I’ve avoided formal introductions here – or even the use of the first person – but now feels like a good time to give a little bit of background. You see, I’m what someone might call “green” when it comes to the marketing industry.

Maybe even “very green.”

And just like in any industry, it’s with a wide eyed sense of discovery that I approach each day, finding a new way to solve a specific problem, or even better, a new place I can add to the long list of spots that will help me out of a jam.

Recently, I discovered the greatness that is Costco.

Now, while this likely doesn’t come as a surprise (where do you think we bought all our supplies for the coming apocalypse?), it’s not for the obvious reasons that I now have a special place in my marketer’s heart for Costco.

Sure, we all love a place that for reasons we will never understand carries extra large quantities of that extremely weird thing that you need extra large quantities of for a project that when you describe it to friends you have one of those “what do I do for a living” moments.

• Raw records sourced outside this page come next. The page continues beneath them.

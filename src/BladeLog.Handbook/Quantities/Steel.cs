namespace BladeLog.Handbook.Quantities;

/// <summary>The elastic constants of a band.</summary>
/// <param name="YoungsModulus">E, Pa.</param>
/// <param name="Poisson">ν, dimensionless.</param>
/// <param name="Density">ρ, kg/m³.</param>
public sealed record Steel(Stress YoungsModulus, double Poisson, Density Density)
{
    /// <summary>Carbon steel: 207 GPa, 0.30, 7850 kg/m³ (common handbook values, from memory).</summary>
    public static Steel Carbon { get; } = new(new Stress(207e9), 0.30, new Density(7850));

    /// <summary>Shear modulus G = E / (2 (1 + ν)).</summary>
    public Stress ShearModulus => new(YoungsModulus.Pascals / (2 * (1 + Poisson)));
}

The greatness of Costco is in the customer service.

When I recently worked on a project that required me to locate a large quantity of candy in a pinch, it was never a question as to where I would find what I needed; but as I wheeled my cart full of twenty 64 oz boxes of jelly beans up to the register, the man at the counter did not immediately ring an alarm and say “I need to see your ID as no one in their right mind would ever spend money on an absurd quantity of jelly beans!”

Nope – quite the opposite, actually.

It was with a totally calm face that the man looked at my cart and started scanning items, seemingly noting that this was in fact a completely normal amount of jelly beans for any man to want or need at ten am on a Tuesday – who’s he to judge?

And while I could spend a little more time considering how desensitized all Costco employees must be and how it would impact their lives when interacting with any store that does not exist at the Costco level (“What do you mean this only comes in a 12 oz?” I imagine is their response to the Walgreens employee as they hold a tube of snake venom cream in their hand), I won’t over think it and simply take this moment to say thank you, Costco employee, for not judging me and allowing me to buy embarrassing amounts of strange things without even a slight sideways glance.